The haze has been a huge problem for us over the years and it doesn’t seem to get better. Air pollutants can cause terrible health problems and affect our bodies especially babies and the elderly in numerous ways.
- NOSE – when inhaling polluted air, particles and chemicals irritate the nose which causes the mucus to flush out these particles. The more mucus produced, our nasal passage ways becomes blocked and the nose swells. This reaction is more intense to those who have allergies.
- AIRWAYS/LUNGS – The particles inhaled may inflame the airways as they travel down into the lungs causing the lungs to also be inflamed. The airways and lungs then produce phlegm to try get rid of these particles causing the airways to spasm to provoke a cough to discharge the particles and phlegm.
- SKIN – Those whom suffer from eczema may find it very itchy and inflamed. Using moisturiser 3-4 times a day can help protect the skin.
- EYES – These hazardous particles can cause burning sensations, irritate the eyes causing them to tear to lean itself and also inflames the eyes causing conjunctiva. During times like these, avoid wearing contact lenses. Use preservative-free lubricants every hour or so to remove allergens.
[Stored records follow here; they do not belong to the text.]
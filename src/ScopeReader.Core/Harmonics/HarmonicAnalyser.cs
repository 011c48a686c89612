using System.Globalization;
using ScopeReader.Frequency;
using ScopeReader.Readings;

namespace ScopeReader.Harmonics;

/// <summary>Fundamental and harmonics of a waveform: levels, the worst of them, and total harmonic distortion.</summary>
/// <remarks>
/// <para>Level: 20 log10(A_k/A_1), amplitudes by a joint fit (see <see cref="HarmonicLevels"/>). THD_F = √(Σ A_k²)/A_1 and
/// THD_R = THD_F/√(1 + THD_F²), over the harmonics of the plan.</para>
/// <para>A harmonic that noise alone would show in one record of a hundred is not given a level but that bound.</para>
/// </remarks>
public static class HarmonicAnalyser
{
    /// <summary>The method's name in readings.</summary>
    public const string Method = "harmonic-fit";

    private const double FewestCycles = 3;
    private const int FewestSamplesAnUnknown = 4;

    /// <summary>Measures the harmonics and writes them down, or why not.</summary>
    /// <param name="job">The waveform, the plan and where readings go.</param>
    /// <param name="frequency">The primary frequency; null where there is none.</param>
    public static void Measure(WaveformJob job, FrequencyEstimate? frequency)
    {
        ArgumentNullException.ThrowIfNull(job);
        int wanted = Math.Clamp(job.Plan.Levels.Harmonics, 2, Quantities.HighestHarmonic), count = job.Waveform.Count;
        if (frequency is null)
        {
            RefuseAll(job, wanted, "no-frequency", "harmonics are counted from the frequency of the wave, and it has none");
            return;
        }
        double cycles = frequency.CyclesPerSample * count;
        if (cycles < FewestCycles)
        {
            RefuseAll(job, wanted, "too-few-cycles", Text($"the record holds {cycles:F1} cycles, and harmonics need {FewestCycles}; capture more cycles"));
            return;
        }
        int seen = Math.Min(wanted, HarmonicLevels.InBand(frequency.CyclesPerSample, count));
        if (seen < 1 || count < FewestSamplesAnUnknown * 2 * seen)
        {
            RefuseAll(job, wanted, "too-few-samples", Text($"{count} samples are too few for a fit of {seen} harmonics; sample faster or longer"));
            return;
        }
        if (HarmonicLevels.Fit(job.Waveform.Samples, frequency.CyclesPerSample, new Budget(frequency.Terms).StandardUncertainty, seen) is not { } levels)
        {
            RefuseAll(job, wanted, "colliding", "two harmonics cannot be told apart in this record; capture more cycles or change the sample rate");
            return;
        }
        new HarmonicReport(job, levels, wanted, seen, (int)cycles).Write();
    }

    internal static string Text(FormattableString text) => text.ToString(CultureInfo.InvariantCulture);

    private static void RefuseAll(WaveformJob job, int wanted, string code, string reason)
    {
        job.Sheet.Refuse(code, reason, Quantities.FundamentalLevel, Quantities.FundamentalPower);
        for (int k = 2; k <= wanted; k++)
            job.Sheet.Refuse(code, reason, Quantities.Harmonic(k));
        job.Sheet.Refuse(code, reason, Quantities.WorstHarmonic, Quantities.Thd, Quantities.ThdR);
    }
}
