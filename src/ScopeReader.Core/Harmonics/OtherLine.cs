using ScopeReader.Numerics;
using ScopeReader.Readings;

namespace ScopeReader.Harmonics;

/// <summary>A line in a waveform's spectrum that is none of the fitted harmonics.</summary>
/// <param name="Line">Where and how strong it is.</param>
/// <param name="FoldedOrder">The harmonic above half of the sample rate that sampling would show there; null where none fits.</param>
internal sealed record OtherLine(NoiseLine Line, int? FoldedOrder)
{
    /// <summary>The term of its level in dB.</summary>
    public BudgetTerm Term => BudgetTerm.Normal("noise", Line.Uncertainty, Decibels.PerRelativeAmplitude / Line.Amplitude);
}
- HEART – When the nose and airways are inflamed, the body reacts under pressure and the heart starts pumping faster. The body also releases chemicals which make blood clot more easily. High blood pressure and the formation of blood clots can cause a heat attack, stroke or heart failure
For babies who are in general good health, the effects of the haze are usually mild and can be treated pretty easily.
- The haze may irritate baby’s nose, throat, airways, skin and eyes.
- Some babies may develop skin rashes.
- Your baby may experience sneezing, a runny nose, eye irritation, and dry throat and cough.
If your baby has a history of respiratory problems, sinusitis and/or skin allergies, she may be more vulnerable during the haze period. For example, if your baby has asthma, the symptoms may be more severe than usual.
In all cases, if air quality reaches critical levels, fine particles found in the haze can also penetrate deep into baby’s lungs.
Here are a few points on how to protect yourself and your children from the haze.
The best thing you can do to protect your baby is to keep her at home. Keep all doors and windows shut. Many families in Malaysia have invested in air cleaners or purifiers to improve indoor air quality. Others use a humidifier to dampen down the particulates; the additional moisture can also help reduce respiratory irritation.
You could play some fun indoor games with your baby or toddler so you both wont get cabin fever.
Breastfeeding is one of the best ways to protect your baby’s health. As long as she’s breastfeeding, she’s getting your antibodies and your natural immunities. Breastfed babies generally have milder symptoms when it comes to the common ailments such as colds and flu.
You can still breastfeed even when you’re feeling generally unwell or have a fever, just remember to mask up just in case.
Don’t smoke and stay away from smokers
Make sure you keep your baby and yourself well away from smokers. If you or your husband are smokers, there’s no time like the present to quit.
Practise good hygiene
Make sure everyone washes their hands and faces as soon as they step indoors. You may even want to change baby’s clothes or even give her a bath.
Now that the preventions have been summed out, we can never be too careful and at times, our children will be affected by the haze. Here are a few guidelines to treat health problems caused or made worse by the haze.
Mild sneezing, runny nose, dry throat and dry cough
Children under a year old should not be given cold or cough medication. Always check with your family doctor or paediatrician to find out what is suitable for your baby, according to his age and weight.
Ensure your baby gets plenty of rest and liquids, including breastmilk or formula, water, soups and juices.
Increase the amount of vitamin C-rich fresh fruit and vegetable juices gets. If you are breastfeeding, increase your intake of these foods, and your baby will benefit.
If he develops a fever, give him paracetamol suspension under a doctor’s direction.
Breathlessness or asthma
Asthma in most children is a reaction to a trigger, and the haze is always a likely suspect. The haze can make asthma worse, so if your baby is wheezing or breathless, consult your doctor immediately.
Apply a few drops of saline solution (available at most pharmacies) to help relieve irritation. Some mothers believe that a few drops of breastmilk are just as effective.
These tips can help you and your older children stay more comfortable during the haze.
- If you or your husband, or older children wear contact lenses, stop wearing them and go back to using glasses for a while until the haze subsides.
- Symptoms such as sneezing, runny nose, dry throat and cough can be relieved with cold tablets or cough mixture. You can buy them at major pharmacies, but always consult your family doctor or paediatrician before giving medicine to your children.
- When the Air Pollution Index exceeds 150 (in the “Unhealthy” range), wear a mask. Masks that are certified grade N95 are able to keep out fine particulate matter. Change your mask when it becomes soiled or distorted. Standard surgical masks do not provide enough protection from haze particles. Those with respiratory ailments should consult their doctor before using a respirator mask.